Lily Hayes makes a very interesting character study. She is slightly off kilter in her thinking and no matter how dire her situation seems to be, she fails to see the severity of the situation. You cannot believe anything that she says and because of that, it’s impossible to know what is going on in her head. As she sits in prison, awaiting her trial, she appears to be a victim, but is she? When her parents and sister fly out to see her, what they see is what she WANTS them to see. A victim. A disheveled, dirty, largely misunderstood victim. But what about that cartwheel? A cartwheel? In the middle of an interrogation? With absolutely no regard to how that might look to anyone watching?
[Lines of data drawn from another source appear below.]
"""Coordinates of the canonical form: recognise, rename, convert and order them.

``standardise`` works on one raw dataset (a NetCDF file or one cfgrib group):
it finds latitude, longitude, pressure level, time and ensemble member by the
criteria in :data:`parcelcast.io.roles.COORDINATES`, renames them, converts
levels to Pa and uses the *valid* time of forecasts.  ``normalise`` orders the
assembled dataset: latitude ascending, longitude contiguous and ascending,
levels descending in pressure, time ascending.
"""

from __future__ import annotations

from pathlib import Path

import numpy as np
import xarray as xr

from parcelcast.errors import GridError, ImplausibleValuesError, InputFileError, UnitsError
from parcelcast.io.roles import COORDINATES
from parcelcast.units import convert

_CANONICAL_ORDER = ("member", "time", "level", "lat", "lon")


def _find_coord(ds: xr.Dataset, role: str) -> str | None:
    standard_names, names, axis = COORDINATES[role]
    for name, coord in ds.coords.items():
        if coord.attrs.get("standard_name") in standard_names:
            return name
    for name in ds.coords:
        if str(name).lower() in names:
            return name
    if axis:
        for name, coord in ds.coords.items():
            if coord.attrs.get("axis") == axis:
                return name
    return None


def height_coordinates(obj) -> list[str]:
    """Names of the one-valued height-above-ground coordinates of a dataset or variable
    (CF standard name ``height``, or a name such as cfgrib's ``heightAboveGround``)."""
    standard_names, names, _ = COORDINATES["height"]
    return [str(name) for name, coord in obj.coords.items()
            if coord.size == 1 and (coord.attrs.get("standard_name") in standard_names
                                    or str(name).lower() in names)]


def standardise(raw: xr.Dataset, path: Path, crs=None) -> xr.Dataset:
    """Rename and convert the coordinates of one raw dataset (no data values touched).

    ``crs`` (a ``pyproj.CRS``) declares the projection of a GRIB grid; NetCDF files
    declare theirs with a CF ``grid_mapping`` variable.
    """
    ds = raw
    lat = _find_coord(ds, "lat")
    lon = _find_coord(ds, "lon")
    if lat is None or lon is None:
        raise GridError(
            f"{path}: latitude/longitude coordinates not found; coordinates present: "
            f"{', '.join(map(str, ds.coords)) or '(none)'}"
        )
    if ds[lat].ndim == 2 and ds[lon].ndim == 2:
        ds = _standardise_projected(ds, lat, lon, path, crs)
    elif ds[lat].ndim != 1 or ds[lon].ndim != 1:
        raise GridError(f"{path}: latitude and longitude must both be 1-D (a lat-lon grid) or both "
                        "2-D (a map-projected grid)")
    else:
        ds = ds.rename({lat: "lat", lon: "lon"})
    ds = _standardise_level(ds, path)
    ds = _standardise_time(ds, path)
    ds = _standardise_member(ds)
    keep = set(_CANONICAL_ORDER) | {"x", "y", "crs"}
    keep.update(height_coordinates(ds))  # 2 m, 10 m: recognise near-surface fields (roles.py)
    extra = [c for c in ds.coords if c not in keep and c not in ds.dims]
    return ds.drop_vars(extra)


def _standardise_projected(ds: xr.Dataset, lat: str, lon: str, path: Path, crs) -> xr.Dataset:
    """A map-projected grid: dims ``y, x`` (m), 2-D ``lat``/``lon`` and the CRS as WKT."""
    import pyproj

    ydim, xdim = ds[lat].dims
    if crs is None:
        crs = _cf_crs(ds, path)
    ds = ds.rename({lat: "lat", lon: "lon"})
    if ydim != "y" or xdim != "x":
        ds = ds.rename({ydim: "y", xdim: "x"})
    to_map = pyproj.Transformer.from_crs(crs.geodetic_crs, crs, always_xy=True)
    px, py = to_map.transform(ds["lon"].values, ds["lat"].values)
    coords = {}
    for dim, projected, along in (("x", px, 0), ("y", py, 1)):
        # x is constant down each column (mean over axis 0), y along each row (axis 1)
        if dim in ds.coords and ds[dim].attrs.get("units"):
            values = convert(ds[dim].values, ds[dim].attrs["units"], "height",
                             f"projection coordinate {dim}", str(path))
        else:  # GRIB: no x/y values in the file; they follow from the declared projection
            values = projected.mean(axis=along)
        expected = values[None, :] if dim == "x" else values[:, None]
        spread = float(np.nanmax(np.abs(projected - expected)))
        step = float(np.nanmedian(np.abs(np.diff(values))))
        if not spread < 0.01 * step:
            raise GridError(
                f"{path}: the 2-D latitude/longitude do not match the declared projection "
                f"({crs.name}): {dim} differs by up to {spread:.0f} m, grid step {step:.0f} m"
            )
        coords[dim] = (dim, values,
                       {"units": "m", "standard_name": f"projection_{dim}_coordinate", "axis": dim.upper()})
    # the projection travels as a scalar coordinate, so every DataArray taken from the
    # dataset still knows its grid (CF grid-mapping variable, section 5.6)
    coords["crs"] = ((), 0, {"crs_wkt": crs.to_wkt(), "long_name": "map projection"})
    return ds.assign_coords(**coords)


def _cf_crs(ds: xr.Dataset, path: Path):
    """The CRS named by the CF ``grid_mapping`` attribute of the data variables."""
    import pyproj

    names = {v.attrs.get("grid_mapping") for v in ds.data_vars.values()} - {None}
    if not names:
        raise GridError(f"{path}: 2-D latitude/longitude but no CF grid_mapping attribute: "
                        "the projection must be declared (CF conventions, section 5.6)")
    name = sorted(names)[0].split(":")[0].strip()
    if name not in ds.variables:
        raise GridError(f"{path}: grid_mapping '{name}' names no variable in the file")
    try:
        return pyproj.CRS.from_cf(dict(ds[name].attrs))
    except Exception as exc:
        raise GridError(f"{path}: grid_mapping '{name}' is not a projection pyproj understands: "
                        f"{exc}") from None


def _standardise_level(ds: xr.Dataset, path: Path) -> xr.Dataset:
    name = _find_coord(ds, "level")
    if name is None:
        return ds
    coord = ds[name]
    units = coord.attrs.get("units")
    if not units:
        units = {"isobaricinhpa": "hPa", "isobaricinpa": "Pa"}.get(str(name).lower())
    if not units:
        raise UnitsError("pressure level coordinate", None, "pressure (hPa or Pa)",
                         f"{path} coordinate '{name}'")
    values = np.atleast_1d(convert(coord.values, units, "pressure", "pressure level",
                                   f"{path} coordinate '{name}'"))
    if not np.isfinite(values).all() or values.max() > 110_000.0 or values.min() <= 0.0:
        raise ImplausibleValuesError(
            "pressure level", f"{path} coordinate '{name}'",
            f"levels {values.min():g} .. {values.max():g} Pa after conversion from '{units}'; "
            "expected 1 .. 110000 Pa (hPa and Pa confused?)",
        )
    if len(np.unique(values)) != values.size:
        raise GridError(f"{path}: coordinate '{name}' repeats a pressure level: "
                        f"{', '.join(f'{v / 100:g}' for v in values)} hPa")
    attrs = {"units": "Pa", "standard_name": "air_pressure", "long_name": "pressure level",
             "positive": "down", "axis": "Z"}
    if coord.ndim == 0:
        ds = ds.drop_vars(name).expand_dims(level=values)
    else:
        ds = ds.rename({name: "level"}).assign_coords(level=("level", values))
    ds["level"].attrs = attrs
    return ds


def _standardise_time(ds: xr.Dataset, path: Path) -> xr.Dataset:
    if "valid_time" in ds.coords:
        valid = ds["valid_time"]
        if not np.issubdtype(valid.dtype, np.datetime64):  # e.g. a damaged year: cftime objects
            raise InputFileError(path, "the valid time does not decode to a date between the "
                                 "years 1678 and 2262 (the GRIB date is damaged)")
        if valid.ndim == 0:
            if "time" in ds.dims:
                raise GridError(f"{path}: several reference times with one valid time")
            # a scalar time: made a dimension by time_as_dimension once the levels are cut
            ds = ds.drop_vars([c for c in ("time", "step") if c in ds.coords])
            return ds.rename({"valid_time": "time"})
        if valid.ndim == 1:
            dim = valid.dims[0]
            values = valid.values
            ds = ds.drop_vars([c for c in ("time", "step", "valid_time") if c in ds.coords
                               and c != dim])
            if dim != "time":
                ds = ds.rename({dim: "time"})
            return ds.assign_coords(time=("time", values))
        raise GridError(
            f"{path}: several reference times and forecast steps in one file; "
            "split it so that each file holds one of them"
        )
    name = "time" if "time" in ds.coords else None
    if name is None:
        for cname, coord in ds.coords.items():
            if cname in ("lat", "lon", "level", "x", "y"):
                continue  # a position is never the time, even with time-like units
            if coord.attrs.get("standard_name") == "time" or np.issubdtype(coord.dtype, np.datetime64):
                name = cname
                break
    if name is None:
        return ds
    if name != "time":
        ds = ds.rename({name: "time"})
    if not np.issubdtype(ds["time"].dtype, np.datetime64):
        raise UnitsError("time coordinate", ds["time"].attrs.get("units"),
                         "a CF time ('hours since ...') that decodes to dates", str(path))
    missing = int(np.isnat(ds["time"].values).sum())
    if missing:
        raise ImplausibleValuesError("time coordinate", str(path),
                                     f"{missing} time(s) missing (NaT); every field needs its time")
    return ds  # a scalar time stays scalar here: see time_as_dimension


def time_as_dimension(var: xr.DataArray) -> xr.DataArray:
    """``var`` with a scalar ``time`` coordinate made a dimension of length 1.

    Kept apart from :func:`standardise` because xarray reads every value of a lazily
    opened variable to add a dimension: called once the variable is cut to the levels used.
    """
    if "time" in var.coords and "time" not in var.dims:
        return var.expand_dims("time")
    return var


def _standardise_member(ds: xr.Dataset) -> xr.Dataset:
    name = _find_coord(ds, "member")
    if name is None:
        return ds
    if ds[name].ndim == 0:
        return ds.drop_vars(name)
    return ds.rename({name: "member"})


def _refuse_repeated_times(times, path: Path) -> None:
    """A valid time given twice in one file is refused: which of the two fields is meant
    cannot be known (documented in the README; never silently reduced to the first)."""
    repeated = np.flatnonzero(times[1:] == times[:-1])
    if repeated.size:
        stamps = sorted({str(times[i])[:16] for i in repeated})
        raise InputFileError(path, f"the valid time {', '.join(stamps[:5])} UTC occurs more than "
                             "once in the file; keep each time once (for example with "
                             "xarray: ds.drop_duplicates('time'))")


def normalise(ds: xr.Dataset, path: Path) -> xr.Dataset:
    """Order coordinates: lat ascending, lon contiguous ascending (projected grids: y and x
    ascending), level descending, time ascending."""
    if "x" in ds.dims and "y" in ds.dims:
        ds = ds.sortby(["y", "x"])
    else:
        ds = _normalise_lat_lon(ds, path)
    if "level" in ds.dims:
        ds = ds.sortby("level", ascending=False)
    if "time" in ds.dims:
        ds = ds.sortby("time")
        _refuse_repeated_times(ds["time"].values, path)
        ds["time"].attrs = {"standard_name": "time", "long_name": "valid time (UTC)"}
    horizontal = ("y", "x") if "x" in ds.dims else ("lat", "lon")
    canonical = ("member", "time", "level", *horizontal)
    order = [d for d in ds.dims if d not in canonical] + [d for d in canonical if d in ds.dims]
    ds = ds.transpose(*order)
    ds["lat"].attrs = {"units": "degrees_north", "standard_name": "latitude"}
    ds["lon"].attrs = {"units": "degrees_east", "standard_name": "longitude"}
    if "lat" in ds.dims:
        ds["lat"].attrs["axis"] = "Y"
        ds["lon"].attrs["axis"] = "X"
    return ds


def _normalise_lat_lon(ds: xr.Dataset, path: Path) -> xr.Dataset:
    lat = ds["lat"].values.astype(np.float64)
    for name in ("lat", "lon"):
        values = ds[name].values
        if not np.issubdtype(values.dtype, np.number) or not np.isfinite(values).all():
            raise GridError(f"{path}: the {name} coordinate must hold finite numbers (degrees); "
                            f"found {values.dtype} values {str(values)[:60]}")
    if np.any(np.abs(lat) > 90.0 + 1e-6):
        raise ImplausibleValuesError("latitude", str(path), f"values {lat.min()} .. {lat.max()}")
    if len(np.unique(lat)) != len(lat):
        raise GridError(f"{path}: repeated latitudes")
    ds = ds.assign_coords(lat=("lat", lat)).sortby("lat")
    ds = _normalise_longitude(ds, path)
    return ds


def longitude_order(lon: np.ndarray) -> tuple[np.ndarray, np.ndarray, bool]:
    """Return (order, new_values, is_global) making longitudes contiguous and ascending.

    Global grids (no gap wider than 1.5 grid steps) map to [-180, 180).  A regional
    grid keeps one unbroken run starting in [-180, 180), so a domain across the
    dateline reads for example 170 ... 190.
    """
    lon = np.asarray(lon, dtype=np.float64)
    wrapped = np.mod(lon, 360.0)
    order = np.argsort(wrapped, kind="stable")
    ordered = wrapped[order]
    if len(lon) < 2:
        return order, ((ordered + 180.0) % 360.0) - 180.0, False
    gaps = np.diff(np.append(ordered, ordered[0] + 360.0))
    step = np.median(gaps)
    is_global = bool(gaps.max() < 1.5 * step) and len(lon) * step > 358.0
    if is_global:
        shifted = ((wrapped + 180.0) % 360.0) - 180.0
        order = np.argsort(shifted, kind="stable")
        return order, shifted[order], True
    cut = int(np.argmax(gaps)) + 1
    order = np.roll(order, -cut)
    run = wrapped[order]
    run = run[0] + np.mod(run - run[0], 360.0)
    start = ((run[0] + 180.0) % 360.0) - 180.0
    return order, run - run[0] + start, False


def _normalise_longitude(ds: xr.Dataset, path: Path) -> xr.Dataset:
    lon = ds["lon"].values.astype(np.float64)
    if len(np.unique(lon)) != len(lon):
        raise GridError(f"{path}: repeated longitudes")
    wrapped = np.mod(lon, 360.0)
    _, first = np.unique(np.round(wrapped, 9), return_index=True)
    if len(first) != len(lon):
        ds = ds.isel(lon=np.sort(first))  # a repeated wrap column (0 and 360): keep one
        lon = ds["lon"].values.astype(np.float64)
    order, values, _ = longitude_order(lon)
    ds = ds.isel(lon=order)
    return ds.assign_coords(lon=("lon", values))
As a reader, we learn a lot about Lily, but I have to say that I never felt as if I really knew her. She’s as complex as she is frustrating. The investigation, headed-up by the lead prosecutor in the case, Eduardo Campos, is not always on the up-and-up either. He’s pretty sure that what he has in front of him is cut and dry, and yet… he continues to wonder about her motive. I enjoyed his take on what was going on, but by the end, I have to admit that I was still a bit confused over whether or not she was guilty of the crime. I think I know, but I can’t be sure.

Cartwheel is a page-turner. No lie. But what I didn’t expect is just how similar this fictional tale is to what really happened with Amanda Knox. Lily employs the use of a cartwheel, whereas Amanda Knox did yoga. There is a bar owner in both Knox’s case as well as Lily’s and the whole thing with finding DNA on the bra clasp appears in both stories. I think as a fictional work, DuBois could have taken us somewhere else with all of that, but I can’t say that knowing the real-life facts took anything away from the story.

Overall, it was a gripping read but not because there is a lot going on. More so, because as you read, you can’t help but review the facts and come to your own conclusion on what happened or could have happened. For that reason, you pay attention to every word on the page. It’s a book that I could easily fall back into even after reading other books in between. That’s saying quite a bit given my attention span at the time I read it.

In a nutshell, it’s a keeper.

Source: Sent to me by the publisher.
Disclosure: This post contains Indiebound affiliate links.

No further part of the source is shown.